▶ _Work order_
Every line of the records counts; transcribe each one exactly.

________________

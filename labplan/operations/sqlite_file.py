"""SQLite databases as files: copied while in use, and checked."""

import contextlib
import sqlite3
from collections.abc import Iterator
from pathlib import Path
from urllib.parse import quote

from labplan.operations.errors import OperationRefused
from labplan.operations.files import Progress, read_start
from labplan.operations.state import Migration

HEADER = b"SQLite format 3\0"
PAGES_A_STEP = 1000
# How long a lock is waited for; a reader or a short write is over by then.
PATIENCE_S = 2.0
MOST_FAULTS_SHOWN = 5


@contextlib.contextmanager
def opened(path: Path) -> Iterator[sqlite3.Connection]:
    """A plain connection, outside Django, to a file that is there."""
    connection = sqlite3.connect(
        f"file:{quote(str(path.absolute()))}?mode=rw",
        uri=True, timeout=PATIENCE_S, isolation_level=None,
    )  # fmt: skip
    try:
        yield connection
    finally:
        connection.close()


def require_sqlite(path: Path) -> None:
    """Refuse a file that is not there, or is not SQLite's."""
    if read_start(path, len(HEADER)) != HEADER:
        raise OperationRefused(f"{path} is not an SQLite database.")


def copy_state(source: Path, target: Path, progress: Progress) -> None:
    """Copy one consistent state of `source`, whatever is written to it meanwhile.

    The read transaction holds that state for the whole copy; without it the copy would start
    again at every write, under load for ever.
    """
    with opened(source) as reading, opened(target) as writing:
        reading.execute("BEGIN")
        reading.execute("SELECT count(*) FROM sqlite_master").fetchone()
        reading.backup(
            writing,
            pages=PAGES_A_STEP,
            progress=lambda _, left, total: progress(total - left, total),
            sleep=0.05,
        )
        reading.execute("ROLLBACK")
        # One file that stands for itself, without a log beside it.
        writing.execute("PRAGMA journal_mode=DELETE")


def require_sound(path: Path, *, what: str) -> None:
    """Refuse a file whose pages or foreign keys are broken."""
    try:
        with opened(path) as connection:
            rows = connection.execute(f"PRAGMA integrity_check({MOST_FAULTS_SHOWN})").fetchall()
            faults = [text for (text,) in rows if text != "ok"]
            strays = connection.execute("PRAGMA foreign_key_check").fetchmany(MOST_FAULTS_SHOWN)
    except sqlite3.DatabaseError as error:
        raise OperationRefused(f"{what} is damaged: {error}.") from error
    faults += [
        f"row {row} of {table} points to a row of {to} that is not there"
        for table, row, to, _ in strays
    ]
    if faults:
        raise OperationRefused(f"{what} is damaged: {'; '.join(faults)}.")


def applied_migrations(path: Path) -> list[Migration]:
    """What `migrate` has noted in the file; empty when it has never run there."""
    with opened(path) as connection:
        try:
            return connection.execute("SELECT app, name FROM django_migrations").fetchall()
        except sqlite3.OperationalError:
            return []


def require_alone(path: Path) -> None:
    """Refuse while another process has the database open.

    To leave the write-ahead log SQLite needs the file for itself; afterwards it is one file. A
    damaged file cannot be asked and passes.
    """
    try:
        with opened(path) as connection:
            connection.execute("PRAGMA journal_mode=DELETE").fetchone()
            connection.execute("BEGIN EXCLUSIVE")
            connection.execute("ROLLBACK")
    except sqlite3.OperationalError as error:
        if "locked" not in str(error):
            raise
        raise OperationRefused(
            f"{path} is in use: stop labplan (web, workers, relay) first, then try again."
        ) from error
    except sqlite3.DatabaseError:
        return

________________

▶ _The completed task_
filename labplan/operations/sqlite_file.py
"""SQLite databases as files: copied while in use, and checked."""

import contextlib
import sqlite3
from collections.abc import Iterator
from pathlib import Path
from urllib.parse import quote

from labplan.operations.errors import OperationRefused
from labplan.operations.files import Progress, read_start
from labplan.operations.state import Migration

HEADER = b"SQLite format 3\0"
PAGES_A_STEP = 1000
# How long a lock is waited for; a reader or a short write is over by then.
PATIENCE_S = 2.0
MOST_FAULTS_SHOWN = 5


@contextlib.contextmanager
def opened(path: Path) -> Iterator[sqlite3.Connection]:
    """A plain connection, outside Django, to a file that is there."""
    connection = sqlite3.connect(
        f"file:{quote(str(path.absolute()))}?mode=rw",
        uri=True, timeout=PATIENCE_S, isolation_level=None,
    )  # fmt: skip
    try:
        yield connection
    finally:
        connection.close()


def require_sqlite(path: Path) -> None:
    """Refuse a file that is not there, or is not SQLite's."""
    if read_start(path, len(HEADER)) != HEADER:
        raise OperationRefused(f"{path} is not an SQLite database.")


def copy_state(source: Path, target: Path, progress: Progress) -> None:
    """Copy one consistent state of `source`, whatever is written to it meanwhile.

    The read transaction holds that state for the whole copy; without it the copy would start
    again at every write, under load for ever.
    """
    with opened(source) as reading, opened(target) as writing:
        reading.execute("BEGIN")
        reading.execute("SELECT count(*) FROM sqlite_master").fetchone()
        reading.backup(
            writing,
            pages=PAGES_A_STEP,
            progress=lambda _, left, total: progress(total - left, total),
            sleep=0.05,
        )
        reading.execute("ROLLBACK")
        # One file that stands for itself, without a log beside it.
        writing.execute("PRAGMA journal_mode=DELETE")


def require_sound(path: Path, *, what: str) -> None:
    """Refuse a file whose pages or foreign keys are broken."""
    try:
        with opened(path) as connection:
            rows = connection.execute(f"PRAGMA integrity_check({MOST_FAULTS_SHOWN})").fetchall()
            faults = [text for (text,) in rows if text != "ok"]
            strays = connection.execute("PRAGMA foreign_key_check").fetchmany(MOST_FAULTS_SHOWN)
    except sqlite3.DatabaseError as error:
        raise OperationRefused(f"{what} is damaged: {error}.") from error
    faults += [
        f"row {row} of {table} points to a row of {to} that is not there"
        for table, row, to, _ in strays
    ]
    if faults:
        raise OperationRefused(f"{what} is damaged: {'; '.join(faults)}.")


def applied_migrations(path: Path) -> list[Migration]:
    """What `migrate` has noted in the file; empty when it has never run there."""
    with opened(path) as connection:
        try:
            return connection.execute("SELECT app, name FROM django_migrations").fetchall()
        except sqlite3.OperationalError:
            return []


def require_alone(path: Path) -> None:
    """Refuse while another process has the database open.

    To leave the write-ahead log SQLite needs the file for itself; afterwards it is one file. A
    damaged file cannot be asked and passes.
    """
    try:
        with opened(path) as connection:
            connection.execute("PRAGMA journal_mode=DELETE").fetchone()
            connection.execute("BEGIN EXCLUSIVE")
            connection.execute("ROLLBACK")
    except sqlite3.OperationalError as error:
        if "locked" not in str(error):
            raise
        raise OperationRefused(
            f"{path} is in use: stop labplan (web, workers, relay) first, then try again."
        ) from error
    except sqlite3.DatabaseError:
        return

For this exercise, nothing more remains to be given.